Gaybî, şiirinin devamında “edebli olmak” meselesinin diğer şartlarını da sıralar. Buna göre kişi ”şirk”i terk edecektir. Çünkü ikilikten birliğe ulaşılamaz. Birliğe ulaşan ise her yerde O’nun tecellileriyle karşılaşır. Böylece dağ, dağ olmaktan; taş, taş olmaktan çıkar. Kar yağar-ken melekleri, bülbülün sesinde o ilâhî nağmeyi hissedilmek mümkün hâle gelir. Yunus gibi söyleyecek olursak “Göz oldur ki Hakk’ı göre/ Yol oldur ki Hakk’a vara…” Yani göz, Hakk görmekte, yol sadece ve sadece O’na varmaktadır.

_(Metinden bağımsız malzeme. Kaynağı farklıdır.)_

//! Stereo elements: which places of a molecule can be stereogenic, and what a record marks there.
//!
//! This stage looks at each place and its surroundings only. Whether symmetry makes a place
//! stereogenic, and what the marks then claim, is decided in [`crate::claims`].

mod bridgehead;
mod coordination;
mod double_bond;
mod labile;
mod marks;
mod remembered;
mod tetrahedral;
mod undrawable;

use crate::{
    Molecule, Parity, Shape,
    mesomer::Mesomer,
    order::{Placed, Unit},
    skeleton::Skeleton,
};

pub(crate) use bridgehead::Cage;
use marks::Mark;
use tetrahedral::Eligible;
pub use undrawable::Undrawable;

/// Ligands that are no atoms, as numbers above every atom. Hydrogens by isotope first.
pub(crate) mod slot {
    /// Hydrogen of natural composition; mass numbers 1, 2 and 3 follow.
    pub(crate) const HYDROGEN: u32 = u32::MAX - 8;
    /// A lone pair.
    pub(crate) const LONE_PAIR: u32 = u32::MAX - 1;
}

/// A place that can carry a mark.
#[derive(Debug, Clone, Copy, PartialEq, Eq)]
pub(crate) struct Candidate {
    pub(crate) shape: Shape,
    /// Skeleton atoms.
    pub(crate) centres: [u32; 2],
    /// Skeleton atoms or [`slot`] numbers.
    pub(crate) ligands: [u32; 4],
    /// The mark, if there is one.
    pub(crate) parity: Option<Parity>,
    /// A mark counts here, but its absence leaves nothing open.
    pub(crate) quiet: bool,
    /// The place is none of the molecule's own: a mark that was erased here counts.
    pub(crate) remembered: bool,
}

impl Candidate {
    /// The unit for the canonical search with a given parity.
    pub(crate) fn unit(&self, odd: bool) -> Unit {
        let shape = match self.shape {
            Shape::Tetrahedral => 0,
            Shape::DoubleBond => 1,
            Shape::Axis => 2,
        };
        let colour = if self.remembered { shape + 3 } else { shape };
        Unit {
            centres: self.centres,
            ligands: self.ligands,
            odd,
            colour,
        }
    }

    /// Whether reflection in a mirror inverts the element.
    pub(crate) fn is_chiral(&self) -> bool {
        self.shape != Shape::DoubleBond
    }
}

/// Why a mark of the record counts for nothing.
#[derive(Debug, Clone, Copy, PartialEq, Eq, PartialOrd, Ord)]
#[non_exhaustive]
pub enum Dropped {
    /// The atom or bond cannot be stereogenic: not enough different ligands, or not such an atom.
    NotStereogenic,
    /// An amine nitrogen, which inverts.
    AmineNitrogen,
    /// A C=N bond of an amidine, guanidine, imidate or N–H imine.
    LabileDoubleBond,
    /// Phosphorus or sulfur whose mark depends on which oxygen bears a hydrogen.
    MobileHydrogen,
    /// A mobile or ring double bond whose smallest ring has fewer than eight members.
    SmallRing,
    /// The mark does not fit the ligands that the atom has.
    Misfit,
}

/// All candidates of a molecule and what became of its marks.
#[derive(Debug, Default, Clone)]
pub(crate) struct Perception {
    pub(crate) candidates: Vec<Candidate>,
    /// Sets of bridgeheads that determine each other.
    pub(crate) cages: Vec<Cage>,
    /// Marks that fell away, by skeleton atom.
    pub(crate) dropped: Vec<(Dropped, [u32; 2])>,
    /// Cages whose marks no cage can have: they count as drawn.
    pub(crate) impossible: Vec<Vec<u32>>,
    pub(crate) undrawable: Vec<Undrawable>,
    /// Arrangements about centres that are not tetrahedral.
    pub(crate) placed: Vec<Placed>,
    /// How many of the candidates are the molecule's own tetrahedral ones: these come first, by atom.
    tetrahedral: usize,
    /// Centres, the lower first, of all others, and candidates; sorted.
    places: Vec<([u32; 2], usize)>,
}

/// Scratch that is reused from one molecule to the next.
#[derive(Debug, Default)]
pub(crate) struct Scratch {
    marks: Vec<Mark>,
    /// Per atom: what it is as a possible centre.
    eligible: Vec<Option<Eligible>>,
    bridgeheads: bridgehead::Scratch,
    /// Atoms that the search for a small ring has seen.
    seen: Vec<u32>,
}

impl Perception {
    /// Finds all candidates and puts the record's marks on them.
    pub(crate) fn load(
        &mut self,
        skeleton: &Skeleton,
        mesomer: &Mesomer,
        molecule: &Molecule,
        scratch: &mut Scratch,
    ) {
        let Scratch {
            marks,
            eligible,
            bridgeheads,
            seen,
        } = scratch;
        self.candidates.clear();
        self.dropped.clear();
        self.impossible.clear();
        self.cages.clear();
        self.undrawable.clear();
        marks::on_skeleton(marks, skeleton, molecule.drawn_stereo());
        tetrahedral::find(self, skeleton, mesomer, marks, eligible, bridgeheads);
        self.tetrahedral = self.candidates.len();
        double_bond::find(self, skeleton, mesomer, marks, seen);
        let places = self.candidates.iter().enumerate().skip(self.tetrahedral);
        self.places.clear();
        self.places
            .extend(places.map(|(index, c)| (ascending(c.centres), index)));
        self.places.sort_unstable();
        marks::apply(self, skeleton, mesomer, marks, seen);
        bridgehead::bind(self, bridgeheads);
        coordination::load(self, skeleton, molecule.drawn_coordination());
    }

    /// The candidate at a tetrahedral centre (given twice) or a pair of ends.
    pub(crate) fn candidate_at(&self, centres: [u32; 2]) -> Option<usize> {
        let tetrahedral = &self.candidates[..self.tetrahedral];
        if centres[0] == centres[1]
            && let Ok(index) =
                tetrahedral.binary_search_by_key(&centres[0], |candidate| candidate.centres[0])
        {
            return Some(index);
        }
        let at = self
            .places
            .binary_search_by_key(&ascending(centres), |place| place.0)
            .ok()?;
        Some(self.places[at].1)
    }
}

fn ascending([a, b]: [u32; 2]) -> [u32; 2] {
    [a.min(b), a.max(b)]
}
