//! CIP labels: R, S, E, Z, M, P and their kin, from the sequence rules.
//!
//! The rules are those of the IUPAC recommendations of 2013 (P-92), sharpened as Hanson, Mayfield,
//! Vainio, Yerin, Redkin and Musacchio propose (J. Chem. Inf. Model. 2018, 58, 1755): ligands are
//! compared in the hierarchical digraph by rules 1a, 1b, 2, 3, 4a, 4b, 4c, 5 and 6, each exhausted
//! before the next. Labels are for reports. They never take part in identity.

mod atoms;
mod auxiliary;
mod budget;
mod decision;
mod digraph;
mod likeness;
mod ranking;
mod rules;
#[cfg(test)]
mod tests;
mod units;

use std::fmt;

use crate::{Canonical, Limits, StereoElement};

use self::{atoms::Atoms, budget::Budget, digraph::Digraph, units::Unit};

/// A stereodescriptor.
#[derive(Debug, Clone, Copy, PartialEq, Eq, PartialOrd, Ord, Hash)]
pub enum Label {
    /// A chirality centre, `R`.
    R,
    /// A chirality centre, `S`.
    S,
    /// A pseudoasymmetric centre, `r`.
    PseudoR,
    /// A pseudoasymmetric centre, `s`.
    PseudoS,
    /// A chirality axis, `M`.
    M,
    /// A chirality axis, `P`.
    P,
    /// A pseudoasymmetric axis, `m`.
    PseudoM,
    /// A pseudoasymmetric axis, `p`.
    PseudoP,
    /// A double bond, `E`.
    E,
    /// A double bond, `Z`.
    Z,
    /// A double bond whose geometry reflection changes, `e` (seqTrans).
    ReflectedE,
    /// A double bond whose geometry reflection changes, `z` (seqCis).
    ReflectedZ,
}

impl Label {
    /// The letter.
    pub fn as_str(self) -> &'static str {
        match self {
            Self::R => "R",
            Self::S => "S",
            Self::PseudoR => "r",
            Self::PseudoS => "s",
            Self::M => "M",
            Self::P => "P",
            Self::PseudoM => "m",
            Self::PseudoP => "p",
            Self::E => "E",
            Self::Z => "Z",
            Self::ReflectedE => "e",
            Self::ReflectedZ => "z",
        }
    }

    /// Whether reflection changes it.
    fn is_chiral(self) -> bool {
        self.handedness().is_some()
    }

    /// Whether it is a centre or axis that reflection leaves alone.
    fn is_pseudoasymmetric(self) -> bool {
        matches!(
            self,
            Self::PseudoR | Self::PseudoS | Self::PseudoM | Self::PseudoP
        )
    }

    /// Of labels that reflection changes, whether it is R or one that goes with R.
    fn handedness(self) -> Option<bool> {
        match self {
            Self::R | Self::M | Self::ReflectedZ => Some(true),
            Self::S | Self::P | Self::ReflectedE => Some(false),
            _ => None,
        }
    }
}

impl fmt::Display for Label {
    fn fmt(&self, formatter: &mut fmt::Formatter<'_>) -> fmt::Result {
        formatter.pad(self.as_str())
    }
}

/// What the sequence rules say about a stereo element.
#[derive(Debug, Clone, Copy, PartialEq, Eq)]
pub enum Labelling {
    /// The element has this label.
    Labelled(Label),
    /// The element is not marked.
    Unmarked,
    /// The rules do not tell its ligands apart, as far as the record gives them.
    Undecided,
    /// [`Limits::label_steps`] was reached.
    OverLimit,
}

impl Labelling {
    /// The label, if there is one.
    pub fn label(self) -> Option<Label> {
        match self {
            Self::Labelled(label) => Some(label),
            _ => None,
        }
    }
}

impl Canonical {
    /// The CIP labels of the stereo elements, in the order of [`Canonical::stereo_elements`].
    ///
    /// They depend on nothing in the drawing: neither on the numbering nor on the placement of mobile
    /// bonds and charges.
    ///
    /// # Source
    /// IUPAC 2013, P-92; Hanson et al., J. Chem. Inf. Model. 2018, 58, 1755. docs/labels.md says where
    /// they leave a choice.
    ///
    /// # Complexity
    /// The digraph grows as far as ligands are alike; at most
    /// [`Limits::label_steps`] in all.
    pub fn labels(&self, limits: &Limits) -> Vec<Labelling> {
        let units = self.units(&self.stereo_elements(), false);
        self.label_all(&units, &[], limits)
    }

    /// The CIP labels of the bridgeheads whose marks say nothing, in the order of
    /// [`Canonical::idle_bridgeheads`]. The stereo elements and these bridgeheads act in them as
    /// auxiliary descriptors; no label of a stereo element hangs on them, since their marks say nothing
    /// about the compound.
    ///
    /// # Complexity
    /// As [`Canonical::labels`], with the same number of steps once more.
    pub fn idle_bridgehead_labels(&self, limits: &Limits) -> Vec<Labelling> {
        let idle = self.idle_bridgeheads();
        if idle.is_empty() {
            return Vec::new();
        }
        let counting = self.units(&self.stereo_elements(), false);
        self.label_all(&self.units(&idle, true), &counting, limits)
    }

    fn units(&self, elements: &[StereoElement], idle: bool) -> Vec<Option<Unit>> {
        let unit = |element| Unit::new(self, element, idle);
        elements.iter().map(unit).collect()
    }

    /// The labels of units; `others` act as auxiliary descriptors beside them.
    fn label_all(
        &self,
        units: &[Option<Unit>],
        others: &[Option<Unit>],
        limits: &Limits,
    ) -> Vec<Labelling> {
        let marked: Vec<Unit> = units.iter().chain(others).flatten().cloned().collect();
        if marked.is_empty() {
            return vec![Labelling::Unmarked; units.len()];
        }
        let atoms = Atoms::new(&self.skeleton, &self.mesomer);
        let labelling = |unit: &Option<Unit>| match unit {
            Some(unit) => label(&atoms, unit, &marked, limits),
            None => Labelling::Unmarked,
        };
        units.iter().map(labelling).collect()
    }
}

fn label(atoms: &Atoms, unit: &Unit, units: &[Unit], limits: &Limits) -> Labelling {
    let mut budget = Budget::share(limits, units.len());
    let roots = unit.ends[..unit.end_count()].iter();
    let mut digraphs: Vec<Digraph<'_>> = roots.map(|&root| Digraph::new(atoms, root)).collect();
    match decision::label(&mut digraphs, unit, units, &mut budget) {
        Ok(Some(label)) => Labelling::Labelled(label),
        Ok(None) => Labelling::Undecided,
        Err(budget::Exhausted) => Labelling::OverLimit,
    }
}
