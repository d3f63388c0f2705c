//! How many pairs came out how.

use std::fmt::{self, Display};

use molkin_relate::wire::Pair;

use crate::exit::Status;

/// How a pair came out.
#[derive(Debug, Clone, Copy)]
pub(super) struct Outcome {
    /// None where there is no verdict.
    relation: Option<&'static str>,
    open: bool,
}

impl Outcome {
    /// How a pair came out.
    pub(super) fn of(pair: &Pair) -> Self {
        Self {
            relation: pair.relation,
            open: pair.open == Some(true),
        }
    }

    /// What that means for the exit status.
    pub(super) fn status(self) -> Status {
        match self.relation {
            Some("identical") => Status::Same,
            Some(_) => Status::Different,
            None => Status::Trouble,
        }
    }
}

/// Counts of verdicts.
#[derive(Debug, Default)]
pub(super) struct Tally {
    identical: u64,
    open: u64,
    stereo: u64,
    constitutional: u64,
    not_isomers: u64,
    failed: u64,
}

impl Tally {
    /// Counts a pair.
    pub(super) fn add(&mut self, outcome: Outcome) {
        let count = match outcome.relation {
            Some("identical") => &mut self.identical,
            Some("stereo") => &mut self.stereo,
            Some("constitutional") => &mut self.constitutional,
            Some(_) => &mut self.not_isomers,
            None => &mut self.failed,
        };
        *count += 1;
        self.open += u64::from(outcome.open);
    }

    /// All pairs, those without a verdict included.
    pub(super) fn pairs(&self) -> u64 {
        self.identical + self.stereo + self.constitutional + self.not_isomers + self.failed
    }
}

impl Display for Tally {
    fn fmt(&self, out: &mut fmt::Formatter<'_>) -> fmt::Result {
        let noun = if self.pairs() == 1 { "pair" } else { "pairs" };
        write!(out, "{} {noun}: {} identical", self.pairs(), self.identical)?;
        if self.open > 0 {
            write!(out, " ({} of them open)", self.open)?;
        }
        write!(
            out,
            ", {} stereo, {} constitutional, {} not isomers, {} without a verdict",
            self.stereo, self.constitutional, self.not_isomers, self.failed
        )
    }
}
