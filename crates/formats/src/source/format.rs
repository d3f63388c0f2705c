//! Formats, and how they are told apart.

use crate::molfile;
#[cfg(feature = "table")]
use crate::table;

/// The formats of a source.
#[derive(Debug, Clone, Copy, PartialEq, Eq)]
#[non_exhaustive]
pub enum Format {
    /// One SMILES and a name on each line.
    Smiles,
    /// One molfile.
    Molfile,
    /// Molfiles with data items, each ended by `$$$$`.
    Sdf,
    /// A table whose first line names the columns, separated by what is most frequent there.
    Csv,
    /// The same, separated by tabs.
    Tsv,
}

impl Format {
    /// The format that a file name's extension means, and whether `.gz` follows it; `None` for an
    /// extension that is not known. Case does not count.
    ///
    /// # Examples
    /// ```
    /// use molkin_formats::source::Format;
    ///
    /// assert_eq!(Format::of_name("vendor/lot.SDF.gz"), Some((Format::Sdf, true)));
    /// assert_eq!(Format::of_name("CCO"), None);
    /// ```
    pub fn of_name(name: &str) -> Option<(Self, bool)> {
        let name = name.to_ascii_lowercase();
        let (stem, compressed) = match name.strip_suffix(".gz") {
            Some(stem) => (stem, true),
            None => (name.as_str(), false),
        };
        let (_, extension) = stem.rsplit_once('.')?;
        let format = match extension {
            "smi" | "smiles" => Self::Smiles,
            "mol" => Self::Molfile,
            "sdf" | "sd" => Self::Sdf,
            "csv" => Self::Csv,
            "tsv" => Self::Tsv,
            _ => return None,
        };
        Some((format, compressed))
    }

    /// The format that the start of a text looks like: SDF where its fourth line names a molfile
    /// version; a table where its first line has several columns, one of them with a title that
    /// [`crate::table::Columns`] knows for structures (feature `table`); or else SMILES. For sources without a name
    /// that tells.
    pub fn guess(start: &[u8]) -> Self {
        let start = start.strip_prefix(b"\xEF\xBB\xBF").unwrap_or(start);
        let counts = molfile::Block::new(start, 1).lines().nth(3);
        if counts.is_some_and(molfile::states_version) {
            Self::Sdf
        } else if is_table(start) {
            Self::Csv
        } else {
            Self::Smiles
        }
    }
}

/// Whether the first line is the header of a table.
#[cfg(feature = "table")]
fn is_table(text: &[u8]) -> bool {
    let end = text.iter().position(|byte| matches!(byte, b'\n' | b'\r'));
    table::is_header(&text[..end.unwrap_or(text.len())])
}

#[cfg(not(feature = "table"))]
fn is_table(_: &[u8]) -> bool {
    false
}
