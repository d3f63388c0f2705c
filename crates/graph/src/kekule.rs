//! Aromatic input: one valence structure for bonds that a record gives only as delocalised.

use crate::{
    BuildError,
    matching::{Matching, NONE},
};

/// Whether an atom with delocalised bonds takes part in a double bond among them.
#[derive(Debug, Clone, Copy, PartialEq, Eq, Default)]
pub enum PiDemand {
    /// It must: an aromatic carbon, a pyridine nitrogen.
    Needed,
    /// It must not: a pyrrole nitrogen, a furan oxygen, an atom with an exocyclic double bond.
    #[default]
    Excluded,
    /// It may: an unknown atom.
    Optional,
}

/// A delocalised bond: its index and its two atoms.
pub(crate) type Delocalised = (u32, u32, u32);

/// Chooses which delocalised bonds are double: a perfect matching of the atoms that need one
/// (OpenSMILES, aromaticity algorithm; Edmonds 1965). Bonds outside rings are used only where no
/// matching exists without them, so that a bond between two rings stays single.
///
/// The matching then holds the double bonds; its vertices are the atoms.
pub(crate) fn assign(
    demand: &[PiDemand],
    ring: &[bool],
    delocalised: &[Delocalised],
    matching: &mut Matching,
) -> Result<(), BuildError> {
    matching.budget = u64::MAX;
    matching.reset(demand.len());
    for (atom, demand) in (0..).zip(demand) {
        match demand {
            PiDemand::Needed => {}
            PiDemand::Excluded => matching.set_removed(atom, true),
            PiDemand::Optional => matching.set_optional(atom),
        }
    }
    let takes_part = |atom: u32| demand[atom as usize] != PiDemand::Excluded;
    for in_rings in [true, false] {
        for &(bond, a, b) in delocalised {
            if ring[bond as usize] == in_rings && takes_part(a) && takes_part(b) {
                matching.add_edge(a, b);
            }
        }
        matching.connect();
        if matching.maximise() == 0 {
            return Ok(());
        }
    }
    let left_over =
        |&atom: &u32| demand[atom as usize] == PiDemand::Needed && matching.mate(atom) == NONE;
    let atoms = (0..demand.len() as u32).filter(left_over).collect();
    Err(BuildError::NoKekuleStructure { atoms })
}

Bütün bu oluşların temel şartı hep aynıdır. Bu yüzden Gaybî, her dörtlüğün sonunda aynı mısrayı tekrarlar: “Edeb gözle, Edeb gözle…” Bir kez daha belirtelim ki, edebiyatın kökü, kaynağı “edeb”tir. Bu manaya uygun olarak kalem ele alınırsa o kalemden doğacak mısralar/ satırlar hakikate bir “davet” niteliği taşıyacaktır. Bu yüzden bu şairlerimizi okurken onları sadece kalbî meseleleriyle uğraşan, dünyaya ve hayata gözlerini kapatmış insanlar olarak görmek doğru olmayacaktır. Onlar, kendi nefislerinin terbiyesiyle birlikte, bütün bir insanlığı da böyle bir oluşa davet eden gönül erleridir.